▸ **WORK ITEM**
Every line of the records below that holds the word "program" should be copied out.

▸ **SOURCE RECORDS**
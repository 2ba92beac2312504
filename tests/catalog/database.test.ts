import { chmodSync, mkdirSync, readFileSync, writeFileSync } from 'node:fs';
import { join } from 'node:path';
import Database from 'better-sqlite3';
import { describe, expect, it } from 'vitest';
import { asCatalogError, CatalogError } from '../../src/catalog/catalog-error.js';
import type { CatalogErrorCode } from '../../src/catalog/index.js';
import { openCatalog } from '../../src/catalog/index.js';
import { SCHEMA_VERSION } from '../../src/catalog/schema-version.js';
import { list } from './lists.js';
import { temporaryFolder } from './temporary.js';

const LIST = list(['id,slew rate min (V/µs)', 'A,1']);

async function codeOf(work: () => unknown): Promise<CatalogErrorCode | null> {
  try {
    await work();
    return null;
  } catch (error) {
    if (error instanceof CatalogError) return error.code;
    throw error;
  }
}

/** Runs as a user who owns nothing: file permissions do not bind the superuser. */
async function asNobody<Result>(work: () => Promise<Result>): Promise<Result> {
  if (process.geteuid?.() !== 0) return work();
  process.seteuid?.(65_534);
  try {
    return await work();
  } finally {
    process.seteuid?.(0);
  }
}

describe('a file that is no catalog', () => {
  it.each([
    ['an empty file', ''],
    ['a text', 'id,package\nA,SO-8\n'.repeat(100)],
  ])('%s is refused and left as it is', async (_, content) => {
    const file = join(temporaryFolder(), 'file');
    writeFileSync(file, content);
    expect(await codeOf(() => openCatalog(file))).toBe('notADatabase');
    expect(readFileSync(file, 'utf8')).toBe(content);
  });

  it('the database of another program is refused and left as it is', async () => {
    const file = join(temporaryFolder(), 'other.sqlite');
    const other = new Database(file);
    other.exec('create table part (id text)');
    other.close();
    const before = readFileSync(file);
    expect(await codeOf(() => openCatalog(file))).toBe('notADatabase');
    expect(readFileSync(file).equals(before)).toBe(true);
  });

  it('a folder cannot be read', async () => {
    expect(await codeOf(() => openCatalog(temporaryFolder()))).toBe('unreadable');
  });

  it('a path through a file cannot be made', async () => {
    const file = join(temporaryFolder(), 'file');
    writeFileSync(file, 'x');
    expect(await codeOf(() => openCatalog(join(file, 'catalog.sqlite')))).toBe('unreadable');
  });
});

it('a catalog of a newer railfit is refused', async () => {
  const file = join(temporaryFolder(), 'catalog.sqlite');
  (await openCatalog(file)).close();
  const database = new Database(file);
  database.pragma(`user_version = ${SCHEMA_VERSION + 1}`);
  database.close();
  expect(await codeOf(() => openCatalog(file))).toBe('newerSchema');
});

describe('read-only surroundings', () => {
  async function readOnlyCatalog(): Promise<string> {
    const folder = join(temporaryFolder(), 'shared');
    mkdirSync(folder);
    const file = join(folder, 'catalog.sqlite');
    const catalog = await openCatalog(file);
    catalog.importList(LIST);
    catalog.close();
    chmodSync(file, 0o444);
    chmodSync(folder, 0o555);
    chmodSync(join(folder, '..'), 0o755);
    return file;
  }

  it('a catalog can still be read, and an import says why it cannot be written', async () => {
    const file = await readOnlyCatalog();
    await asNobody(async () => {
      const catalog = await openCatalog(file);
      expect(catalog.source().parts.map(({ id }) => id)).toEqual(['A']);
      expect(catalog.source().origin('A', 'slewRate.min')).toMatchObject({ cell: '1' });
      const other = list(['id', 'A', 'B']);
      expect(catalog.importList(other, { dryRun: true }).outcome).toBe('dry-run');
      expect(await codeOf(() => catalog.importList(other))).toBe('readOnly');
      expect(await codeOf(() => catalog.undo())).toBe('readOnly');
      catalog.close();
    });
    chmodSync(join(file, '..'), 0o755);
  });

  it('a catalog that may be written in a folder that may not is not written', async () => {
    const file = await readOnlyCatalog();
    chmodSync(file, 0o666);
    await asNobody(async () => {
      const catalog = await openCatalog(file);
      expect(await codeOf(() => catalog.importList(list(['id', 'A', 'B'])))).toBe('readOnly');
      expect(catalog.source().parts.map(({ id }) => id)).toEqual(['A']);
      catalog.close();
    });
    chmodSync(join(file, '..'), 0o755);
  });

  it('a catalog is not created there', async () => {
    const file = await readOnlyCatalog();
    expect(await asNobody(() => codeOf(() => openCatalog(join(file, '..', 'new.sqlite'))))).toBe('readOnly');
    chmodSync(join(file, '..'), 0o755);
  });

  it('a catalog of somebody else cannot be read', async () => {
    const file = await readOnlyCatalog();
    chmodSync(file, 0o000);
    expect(await asNobody(() => codeOf(() => openCatalog(file)))).toBe('unreadable');
    chmodSync(join(file, '..'), 0o755);
  });
});

describe('errors of SQLite and the system', () => {
  it.each([
    ['SQLITE_BUSY', 'locked'],
    ['SQLITE_BUSY_SNAPSHOT', 'locked'],
    ['SQLITE_FULL', 'diskFull'],
    ['ENOSPC', 'diskFull'],
    ['SQLITE_READONLY_DBMOVED', 'readOnly'],
    ['SQLITE_IOERR_READ', 'unreadable'],
    ['SQLITE_CORRUPT', 'unreadable'],
    ['SQLITE_NOTADB', 'notADatabase'],
  ])('%s is %s', (code, expected) => {
    const error = asCatalogError(Object.assign(new Error('told by the system'), { code }), 'list.sqlite');
    expect(error).toMatchObject({ code: expected, file: 'list.sqlite', message: expect.stringContaining('list.sqlite: ') as unknown });
    expect((error as CatalogError).fix).not.toBe('');
  });

  it('others stay what they are', () => {
    const fault = new TypeError('a fault of the program');
    expect(asCatalogError(fault, 'list.sqlite')).toBe(fault);
  });
});
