double volume_of(const Shape& shape) {
  return enclosed_volume(surface_of(shape), shape.points);
}

double change(const Surface& surface, const Points& posed) {
  metrics::Values values;
  metrics::volume().measure(surface, {.points = posed, .carried = {}, .delta = 0}, values);
  REQUIRE(values.size() == 1);
  return values[0];
}

double area_of(const Shape& shape) {
  return metrics::fixed_sum(surface_of(shape).face_area);
}

bool near(double value, double expected, double relative) {
  return std::abs(value - expected) <= relative * std::abs(expected);
}

Eigen::Matrix3d some_map() {
  Eigen::Matrix3d F;
  F << 1.2, 0.3, -0.1, 0.2, 0.9, 0.4, -0.5, 0.1, 1.1;
  return F;
}

}  // namespace

// Catches a wrong factor, a turned builder, lost digits. Checks 1, 2, 3, 5 and 13c, elementary.
TEST_CASE("volumes of polyhedra") {
  CHECK(near(volume_of(tests::tetra()), 1.0 / 6, 1e-15));
  CHECK(near(volume_of(tests::cube(1.7)), 1.7 * 1.7 * 1.7, 1e-14));
  CHECK(volume_of(tests::split_cube()) == 1);
  const double sine = std::sin(2 * kPi / 5);
  CHECK(near(volume_of(tests::icosahedron()),
             5.0 / 12 * (3 + std::sqrt(5.0)) / (sine * sine * sine), 1e-14));
  CHECK(near(volume_of(tests::cone(50, 1, 2)), 25 * std::sin(2 * kPi / 50) * 2 / 3, 1e-13));
}

// Catches tetrahedra about a far origin. Check 4, elementary.
TEST_CASE("a far cube keeps its volume") {
  Shape shape = tests::cube();
  shape.points = tests::moved(shape.points, Eigen::Matrix3d::Identity(), Point(1e6, 1e6, 1e6));
  CHECK(near(volume_of(shape), 1, 1e-9));
}

// Catches caps and sides that are not switched together. Check 3, elementary: a cube whose sides
// are not welded is six open quads, each cancelled by its own cap, not a volume of 1.
TEST_CASE("sides that are not welded enclose nothing") {
  Shape apart = tests::split_cube();
  for (std::size_t i = 0; i < apart.points.size(); ++i) {
    const std::size_t side = i / 4;
    apart.points[i].x() += 10 * static_cast<double>(side);
  }
  const Surface surface = surface_of(apart);
  REQUIRE(surface.shells.size() == 6);
  for (const metrics::ShellVolume& shell : metrics::shell_volumes(surface)) {
    CHECK(near(shell.area, 1, 1e-12));
    CHECK(near(shell.cap_area, 1, 1e-12));
    CHECK(std::abs(shell.volume) < 1e-12);
    CHECK(shell.omission == Omission::WideOpening);
  }
  CHECK(enclosed_volume(surface, apart.points) == 0);
  CHECK(std::isnan(change(surface, apart.points)));
}

// Catches a change of the sphere's builder, which other checks stand on. Check 6: measured with an
// independent implementation; levels 2 to 4 by CGAL too.
TEST_CASE("volumes of subdivided icosahedra") {
  const std::vector<double> expected{2.536150710120, 3.658712208512, 4.047044679979,
                                     4.152740817093, 4.179738947995, 4.186524949279};
  for (std::size_t level = 0; level < expected.size(); ++level) {
    CHECK(near(volume_of(tests::icosphere(static_cast<int>(level))), expected[level], 1e-11));
  }
}

// Catches an error that refinement does not remove. Check 7, elementary: volume and area of an
// inscribed sphere converge with order 2. The errors at level 5 are measured.
TEST_CASE("spheres converge with order two") {
  const Shape coarse = tests::icosphere(4);
  const Shape fine = tests::icosphere(5);
  const double volume = 4 * kPi / 3;
  const double area = 4 * kPi;
  const double order = std::log2((volume - volume_of(coarse)) / (volume - volume_of(fine)));
  CHECK((order > 1.9 && order < 2.1));
  const double area_order = std::log2((area - area_of(coarse)) / (area - area_of(fine)));
  CHECK((area_order > 1.9 && area_order < 2.1));
  CHECK(near(1 - volume_of(fine) / volume, 5.408e-4, 1e-3));
  CHECK(near(1 - area_of(fine) / area, 2.990e-4, 1e-3));
}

▸ **ANSWER AREA**
  it('the database of another program is refused and left as it is', async () => {
    const fault = new TypeError('a fault of the program');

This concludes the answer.